Une mesure prise également par Google et d'autres géants du Web, qui n'ont d'autre choix que de faire reposer la lourde tâche de la modération de contenus à leurs algorithmes. Des algorithmes qui sont loin, mais alors très loin d'être au point.


« L'intelligence artificielle » à relativiser

Si cela fait des années que l'on nous vante les mérites de la sacro-sainte « IA » pour modérer les contenus, il ne faudrait pas oublier qu'en très grande majorité, ce sont encore des humains qui consultent, évaluent et suppriment les messages haineux, violents, pédopornographiques ou encore désinformatifs sur les plateformes du Web.

Un état de fait que les GAFAM sont bien obligés de concéder aujourd'hui, alors que les agences de modération sur lesquelles elles s'appuient au quotidien doivent elles aussi fermer le temps que la pandémie de Covid-19 se tasse.

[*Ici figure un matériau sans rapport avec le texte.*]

"""Model-based single imputation: regression with residual draws, predictive mean
matching, logistic and multinomial logistic models.

References
----------
Little, R. J. A. (1988). Missing-data adjustments in large surveys. *Journal of Business
& Economic Statistics* 6(3), 287–296.
Morris, T. P., White, I. R. and Royston, P. (2014). Tuning multiple imputation by
predictive mean matching and local residual draws. *BMC Medical Research Methodology* 14, 75.
Rubin, D. B. (1987). *Multiple Imputation for Nonresponse in Surveys*. Wiley.
"""

from __future__ import annotations

from typing import Collection, Literal, Mapping, Sequence

import numpy as np
import pandas as pd

from skipwise.errors import Category, Problem, ProblemCode, SkipwiseError, did_you_mean
from skipwise.impute.draws import METHODS, draw_values
from skipwise.impute.hotdeck import make_rng
from skipwise.impute.result import MNAR_CAUTION, ImputationResult, check_columns

__all__ = ["model_impute", "design_matrix", "put_values", "check_method"]


def check_method(method: str, item: str | None = None, allowed: Sequence[str] = METHODS) -> Problem | None:
    """A problem record if ``method`` is not one of ``allowed``."""
    if method in allowed:
        return None
    return Problem(code=ProblemCode.BAD_VALUE, category=Category.USAGE, item=item,
                   message=f"unknown imputation method '{method}'",
                   hint=did_you_mean(method, allowed) or f"use one of {', '.join(allowed)}")


def design_matrix(frame: pd.DataFrame, columns: Sequence[str],
                  categorical: Collection[str] = ()) -> tuple[np.ndarray, int]:
    """Predictor matrix without constant: numeric columns as they are, categorical
    columns as 0/1 indicators (first category left out). Missing numeric values
    are set to the column mean; constant columns are dropped.

    Returns (matrix, number of cells that were set to a mean).
    """
    parts: list[np.ndarray] = []
    n_filled = 0
    for col in columns:
        if col in categorical:
            codes, _ = pd.factorize(frame[col], sort=True, use_na_sentinel=False)
            if codes.max(initial=0) >= 1:
                parts.append((codes[:, None] == np.arange(1, codes.max() + 1)[None, :]).astype(float))
            continue
        x = frame[col].astype("float64").to_numpy(copy=True)
        bad = np.isnan(x)
        if bad.any():
            n_filled += int(bad.sum())
            x[bad] = np.nanmean(x) if (~bad).any() else 0.0
        parts.append(x[:, None])
    if not parts:
        return np.empty((len(frame), 0)), n_filled
    mat = np.hstack(parts)
    keep = np.ptp(mat, axis=0) > 0 if mat.shape[0] else np.zeros(mat.shape[1], bool)
    return mat[:, keep], n_filled


def put_values(out: pd.DataFrame, item: str, rows: np.ndarray, values: np.ndarray) -> None:
    """Write ``values`` into ``out[item]`` at row positions ``rows`` (in place on ``out``,
    a frame the caller owns); an integer column receiving fractions becomes float."""
    col = out[item]
    if (pd.api.types.is_integer_dtype(col) and np.asarray(values).dtype.kind == "f"
            and not np.all(np.mod(values, 1) == 0)):
        out[item] = col.astype("float64")
    out.iloc[rows, out.columns.get_loc(item)] = values


def model_impute(data: pd.DataFrame, items: Sequence[str], *, predictors: Sequence[str],
                 method: str = "pmm", methods: Mapping[str, str] | None = None,
                 categorical: Collection[str] = (), k: int = 5,
                 residuals: Literal["normal", "observed"] = "normal", proper: bool = False,
                 seed: int | np.random.Generator | None = None) -> ImputationResult:
    """Fill each item from a model on ``predictors`` fitted to its observed cases.

    Parameters
    ----------
    data
        Survey frame, missing = NaN / NA.
    items
        Items to fill, in order (an item never predicts itself; filled items do
        not feed later models — use :func:`skipwise.impute.chained.chained_impute` for that).
    predictors
        Predictor columns; missing predictor values are set to the mean (and noted).
    method, methods
        Default method and per-item overrides: ``regression`` (linear model plus a
        residual draw), ``pmm`` (predictive mean matching, k donors), ``logistic``
        (binary), ``multinomial`` (categorical). A model that cannot be fitted
        falls back to PMM, then to a random observed value, with a note.
    categorical
        Predictors to enter as indicator columns.
    k
        Donor pool size of PMM (default 5; Morris et al. 2014).
    residuals
        ``normal``: N(0, σ̂²) residuals; ``observed``: resampled observed residuals.
    proper
        Draw the model parameters from their posterior first (for multiple imputation).
    seed
        Seed or numpy Generator.

    Returns
    -------
    ImputationResult

    References
    ----------
    Little, R. J. A. (1988). Missing-data adjustments in large surveys. *JBES* 6(3), 287–296.
    Morris, T. P., White, I. R. and Royston, P. (2014). *BMC Med. Res. Methodol.* 14, 75.
    """
    rng = make_rng(seed)
    items, predictors = list(items), list(predictors)
    methods = dict(methods or {})
    check_columns(data, items)
    check_columns(data, predictors, role="predictor")
    problems = [p for p in (check_method(methods.get(i, method), i) for i in items) if p]
    problems += [Problem(code=ProblemCode.UNKNOWN_NAME, category=Category.USAGE, item=i,
                         message=f"method given for '{i}', which is not an imputed item")
                 for i in methods if i not in items]
    for item in items:
        if methods.get(item, method) == "regression":
            check_columns(data, [item], numeric=True)
    if problems:
        raise SkipwiseError(problems)
    out = data.copy()
    imputed = data.loc[:, items].isna()
    notes: list[str] = []
    unfilled: dict[str, int] = {}
    for item in items:
        how = methods.get(item, method)
        miss = imputed[item].to_numpy()
        unfilled[item] = 0
        if not miss.any():
            continue
        if miss.all():
            unfilled[item] = int(miss.sum())
            imputed[item] = False
            notes.append(f"{item}: no observed value, nothing imputed")
            continue
        x, n_filled = design_matrix(data, [p for p in predictors if p != item], categorical)
        if n_filled:
            notes.append(f"{item}: {n_filled:,} missing predictor value(s) set to the mean")
        y = data[item].to_numpy()
        y_obs = y[~miss].astype("float64") if how == "regression" else y[~miss]
        values, note = draw_values(how, y_obs, x[~miss], x[miss], rng, proper=proper, k=k,
                                   residuals=residuals)
        if note:
            notes.append(f"{item}: {note}")
        put_values(out, item, np.flatnonzero(miss), values)
    notes.insert(0, f"model-based imputation ({method} by default) on {', '.join(predictors) or 'no predictors'}")
    return ImputationResult(data=out, imputed=imputed, method=method,
                            unfilled=pd.Series(unfilled, dtype="int64"), notes=tuple(notes),
                            cautions=(MNAR_CAUTION,))
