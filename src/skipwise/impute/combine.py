"""Combining estimates from M completed datasets (Rubin's rules).

For a scalar estimate Q with M completed-data estimates Q_i and variances U_i:
Q̄ = mean Q_i, Ū = mean U_i, B = var(Q_i) (divisor M−1), T = Ū + (1+1/M)B,
r = (1+1/M)B/Ū, λ = (1+1/M)B/T, ν_old = (M−1)(1+1/r)² (Rubin 1987), and with a
complete-data df ν_com the small-sample df of Barnard & Rubin (1999):
ν_obs = (ν_com+1)/(ν_com+3)·ν_com·(1−λ), ν = (1/ν_old + 1/ν_obs)⁻¹.
Fraction of missing information γ = (r + 2/(ν+3))/(r+1), with ν the df reported.

References
----------
Rubin, D. B. (1987). *Multiple Imputation for Nonresponse in Surveys*. Wiley, ch. 3.
Barnard, J. and Rubin, D. B. (1999). Small-sample degrees of freedom with multiple
imputation. *Biometrika* 86(4), 948–955.
"""

from __future__ import annotations

from dataclasses import dataclass
from typing import Any, Collection, Mapping, Sequence, Union

import numpy as np
import pandas as pd
from scipy import stats

from skipwise.errors import Category, Problem, ProblemCode, SkipwiseError, did_you_mean
from skipwise.questionnaire.model import CodeKind, Questionnaire

__all__ = ["PooledEstimate", "rubin_pool", "pool_means", "pool_proportions", "pool_ols", "excluded_values"]


@dataclass(frozen=True, kw_only=True)
class PooledEstimate:
    """Pooled estimates of k quantities from M imputations.

    Attributes
    ----------
    names
        Quantity names.
    estimate, within, between, total
        Q̄, Ū, B, T per quantity (diagonals where covariances were pooled).
    cov
        Pooled covariance matrix T = Ū + (1+1/M)B (k × k) when covariances were given, else None.
    r, lam, fmi
        Relative increase in variance, λ and Rubin's fraction of missing information γ.
    df, df_old, df_obs
        Degrees of freedom used (Barnard–Rubin when ``df_com`` is given, else Rubin's ν_old),
        and their parts.
    m, df_com, alpha
    """

    names: tuple[str, ...]
    estimate: np.ndarray
    within: np.ndarray
    between: np.ndarray
    total: np.ndarray
    r: np.ndarray
    lam: np.ndarray
    fmi: np.ndarray
    df: np.ndarray
    df_old: np.ndarray
    df_obs: np.ndarray | None
    m: int
    df_com: float | None
    alpha: float = 0.05
    cov: np.ndarray | None = None

    @property
    def se(self) -> np.ndarray:
        return np.sqrt(self.total)

    @property
    def ci(self) -> tuple[np.ndarray, np.ndarray]:
        """(lower, upper) of the 1−alpha interval from the t distribution with ``df``."""
        t = stats.t.ppf(1 - self.alpha / 2, self.df)
        return self.estimate - t * self.se, self.estimate + t * self.se

    def table(self) -> pd.DataFrame:
        lo, hi = self.ci
        return pd.DataFrame({"estimate": self.estimate, "se": self.se, "df": self.df,
                             "lower": lo, "upper": hi, "r": self.r, "lambda": self.lam, "fmi": self.fmi},
                            index=list(self.names))


def rubin_pool(estimates: Sequence | np.ndarray, variances: Sequence | np.ndarray, *,
               df_com: float | None = None, names: Sequence[str] | None = None,
               alpha: float = 0.05) -> PooledEstimate:
    """Combine M completed-data estimates by Rubin's rules.

    Parameters
    ----------
    estimates
        Shape (M,) or (M, k).
    variances
        Their variances, shape (M,) or (M, k), or covariance matrices (M, k, k).
    df_com
        Complete-data degrees of freedom (e.g. n − p for a regression); None = infinite.
    names
        Quantity names.
    alpha
        For the confidence interval.

    Returns
    -------
    PooledEstimate

    References
    ----------
    Rubin, D. B. (1987). *Multiple Imputation for Nonresponse in Surveys*. Wiley.
    Barnard, J. and Rubin, D. B. (1999). *Biometrika* 86(4), 948–955.

    Examples
    --------
    >>> p = rubin_pool([1, 2, 3, 4, 5], [1, 1, 1, 1, 1], df_com=10)
    >>> float(p.total[0]), round(float(p.df[0]), 4)
    (4.0, 1.6304)
    """
    q = np.asarray(estimates, dtype=float)
    u = np.asarray(variances, dtype=float)
    if q.ndim == 1:
        q = q[:, None]
    mm, k = q.shape
    full = u.ndim == 3
    if u.ndim == 1:
        u = u[:, None]
    if mm < 2 or u.shape[0] != mm or (not full and u.shape != q.shape) or (full and u.shape[1:] != (k, k)):
        raise SkipwiseError(Problem(code=ProblemCode.BAD_VALUE, category=Category.USAGE,
                                    message=f"need at least 2 imputations with matching shapes; got estimates "
                                            f"{q.shape}, variances {u.shape}"))
    qbar = q.mean(axis=0)
    bcov = np.atleast_2d(np.cov(q, rowvar=False, ddof=1))
    f = 1.0 + 1.0 / mm
    if full:
        ucov = u.mean(axis=0)
        tcov = ucov + f * bcov
        ubar, tot = np.diag(ucov).copy(), np.diag(tcov).copy()
    else:
        ubar = u.mean(axis=0)
        tot, tcov = ubar + f * np.diag(bcov), None
    b = np.diag(bcov).copy()
    with np.errstate(divide="ignore", invalid="ignore"):
        r = f * b / ubar
        lam = np.where(tot > 0, f * b / tot, 0.0)
        df_old = np.where(b > 0, (mm - 1) * (1.0 + 1.0 / r) ** 2, np.inf)
        if df_com is None:
            df_obs, df = None, df_old
        else:
            df_obs = (df_com + 1.0) / (df_com + 3.0) * df_com * (1.0 - lam)
            df = 1.0 / (1.0 / df_old + 1.0 / df_obs)
        fmi = (r + 2.0 / (df + 3.0)) / (r + 1.0)
    return PooledEstimate(
        names=tuple(names) if names is not None else tuple(f"q{i}" for i in range(k)),
        estimate=qbar, within=ubar, between=b, total=tot, r=r, lam=lam, fmi=fmi, df=df,
        df_old=df_old, df_obs=df_obs, m=mm, df_com=df_com, alpha=alpha, cov=tcov,
    )


#: Values to leave out before pooling: one collection for every item, or one per item.
ExcludeValues = Union[Collection[Any], Mapping[str, Collection[Any]], None]


def excluded_values(items: Sequence[str], exclude_values: ExcludeValues = None,
                    questionnaire: Questionnaire | None = None) -> dict[str, list]:
    """The stored values of each item that are not answers and must not be pooled.

    With ``questionnaire``, each item's structural and nonresponse code values (its own and
    the file-wide ones); substantive codes are real answers and stay. ``exclude_values`` adds
    values for every item (a collection) or per item (a mapping of item to values).
    """
    problems = []
    if questionnaire is not None:
        problems = [Problem(code=ProblemCode.UNKNOWN_NAME, category=Category.USAGE, item=it,
                            message=f"item '{it}' is not in the questionnaire",
                            hint=did_you_mean(str(it), questionnaire.item_names)
                            or "pool it without the questionnaire, giving exclude_values")
                    for it in items if it not in questionnaire]
    if problems:
        raise SkipwiseError(problems)
    out: dict[str, list] = {}
    for it in items:
        vals: list = []
        if questionnaire is not None:
            vals += [c.value for c in questionnaire.item(it).codes if c.kind is not CodeKind.SUBSTANTIVE]
        if isinstance(exclude_values, Mapping):
            vals += list(exclude_values.get(it, ()))
        elif isinstance(exclude_values, (str, bytes)):
            vals.append(exclude_values)
        elif exclude_values is not None:
            vals += list(exclude_values)
        out[it] = vals
    return out


def _masked(datasets: Sequence[pd.DataFrame], items: Sequence[str], codes: Mapping[str, list],
            questionnaire: Questionnaire | None = None) -> list[pd.DataFrame]:
    """The ``items`` of each dataset with the excluded values set to missing.

    With a questionnaire, a dataset holding every column it names is classified and only its
    answered cells are kept, so invalid values and off-route answers are never pooled either;
    a dataset holding only some items has just the codes left out.
    """
    out = []
    needed = () if questionnaire is None else (questionnaire.case_id, *questionnaire.context,
                                                 *questionnaire.columns)
    for d in datasets:
        if questionnaire is not None and all(c in d.columns for c in needed):
            from skipwise.classify import classify

            answered = classify(d, questionnaire).analysis_values()
            d = d.assign(**{it: d[it].where(answered[it].notna()) for it in items})
        cols = {it: d[it].mask(d[it].isin(codes[it])) if codes[it] else d[it] for it in items}
        out.append(pd.DataFrame(cols, index=d.index))
    return out


def _check_observed(frames: Sequence[pd.DataFrame], items: Sequence[str], least: int) -> None:
    problems = [Problem(code=ProblemCode.BAD_DATA, category=Category.DATA, item=it,
                        message=f"imputation {k + 1} has fewer than {least} value(s) of '{it}' to pool",
                        hint="check that the item was imputed and that exclude_values leaves its answers")
                for k, d in enumerate(frames) for it in items if int(d[it].notna().sum()) < least]
    if problems:
        raise SkipwiseError(problems)


def pool_means(datasets: Sequence[pd.DataFrame], items: Sequence[str], *,
               exclude_values: ExcludeValues = None, questionnaire: Questionnaire | None = None,
               alpha: float = 0.05) -> PooledEstimate:
    """Pooled means of ``items``; within variance s²/n, complete-data df n − 1.

    Parameters
    ----------
    datasets
        The M completed datasets.
    items
        Numeric items to average.
    exclude_values
        Stored values that are not answers (e.g. ``[-1, -9]``), for every item or as a
        mapping item → values; such cells are treated as missing before pooling.
    questionnaire
        If given, each item's structural and nonresponse codes are left out
        (skip-consistent imputation keeps structural codes in routed-out cells and the
        codes of cells it left unfilled); and when a dataset holds every column the
        questionnaire names, it is classified and only answered cells are pooled, so
        invalid values and off-route answers are left out too. Without either argument
        every stored value is averaged as it is.
    alpha
        For the confidence interval.

    Notes
    -----
    n is the item's non-missing count in each dataset (after exclusion); the
    complete-data df is the smallest number of rows with every item present, minus 1.

    References
    ----------
    Rubin, D. B. (1987). *Multiple Imputation for Nonresponse in Surveys*. Wiley, ch. 3.
    """
    items = list(items)
    frames = _masked(datasets, items, excluded_values(items, exclude_values, questionnaire), questionnaire)
    _check_observed(frames, items, 2)
    num = [d.astype("float64") for d in frames]
    est = np.array([[d[i].mean() for i in items] for d in num])
    var = np.array([[d[i].var(ddof=1) / d[i].notna().sum() for i in items] for d in num])
    n = min(int(d.notna().all(axis=1).sum()) for d in num)
    return rubin_pool(est, var, df_com=n - 1, names=items, alpha=alpha)


def pool_proportions(datasets: Sequence[pd.DataFrame], item: str, categories: Sequence | None = None, *,
                     exclude_values: ExcludeValues = None, questionnaire: Questionnaire | None = None,
                     alpha: float = 0.05) -> PooledEstimate:
    """Pooled shares of ``item``'s categories; within variance p(1−p)/n, df n − 1.

    Shares are taken over the item's non-missing cells (n), so over all categories
    they sum to 1. ``exclude_values`` and ``questionnaire`` work as in
    :func:`pool_means`: excluded cells count as missing and are no category.
    ``categories`` defaults to every value left in any dataset, sorted.
    (For shares near 0 or 1 consider pooling on the logit scale; common practice, no source.)

    References
    ----------
    Rubin, D. B. (1987). *Multiple Imputation for Nonresponse in Surveys*. Wiley, ch. 3.
    """
    col = [d[item] for d in _masked(datasets, [item], excluded_values([item], exclude_values, questionnaire),
                                          questionnaire)]
    _check_observed([c.to_frame() for c in col], [item], 1)
    if categories is None:
        categories = sorted(pd.unique(pd.concat(col).dropna()))
    n = np.array([float(c.notna().sum()) for c in col])[:, None]
    est = np.array([[float((c == v).sum()) for v in categories] for c in col]) / n
    return rubin_pool(est, est * (1 - est) / n, df_com=float(n.min()) - 1,
                      names=[f"{item}={c}" for c in categories], alpha=alpha)


def pool_ols(datasets: Sequence[pd.DataFrame], y: str, x: Sequence[str], *,
             alpha: float = 0.05) -> PooledEstimate:
    """Fit the same OLS (with constant) to each dataset and pool the coefficients,
    with the full covariance T = Ū + (1+1/M)B and df_com = n − p."""
    import statsmodels.api as sm

    params, covs, dfc = [], [], []
    for d in datasets:
        res = sm.OLS(d[y].astype("float64"), sm.add_constant(d[list(x)].astype("float64"), has_constant="add")).fit()
        params.append(np.asarray(res.params))
        covs.append(np.asarray(res.cov_params()))
        dfc.append(res.df_resid)
    return rubin_pool(np.array(params), np.array(covs), df_com=float(min(dfc)),
                      names=["const", *x], alpha=alpha)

Une activité au ralenti, qui s'étend aussi à tout ce qui a trait au service client ou qualité. « Des utilisateurs, annonceurs, développeurs et éditeurs peuvent rencontrer des délais plus importants dans les réponses du support pour les services non critiques, lesquels seront traités en priorité via chat, email et FAQ », s'excuse Google.


Des mesures tardives pour les petites mains de la modération

Si les plateformes du Web réagissent aujourd'hui, c'est qu'elles n'ont malheureusement plus le choix. Les dernières semaines, et alors même que la situation mondiale sanitaire empirait, les petites mains de la modération employées par des agences tierces avaient (et ont toujours) l'interdiction stricte de travailler depuis chez elles. On comprend donc aujourd'hui que ces mêmes personnes sont non seulement confinées à domicile, mais également sans emploi.

Comme le révèle un article de The Intercept paru la semaine dernière et qui a fait grand bruit, bien que Facebook ait très tôt encouragé ses employés à travailler à leur domicile, cette consigne ne concernait nullement les équipes dédiées à la modération — très largement sous-considérées dans l'organigramme de l'entreprise.

En fait, la possibilité ne leur était même pas laissée ; elle était tout simplement proscrite. Contacté par The Intercept, Facebook admet qu'« il y a certaines tâches qui ne peuvent pas être faites à domicile... pour les modérateurs de contenu, une partie de ce travail doit être faite depuis le bureau pour des raisons de sécurité, de confidentialité et de légalité ».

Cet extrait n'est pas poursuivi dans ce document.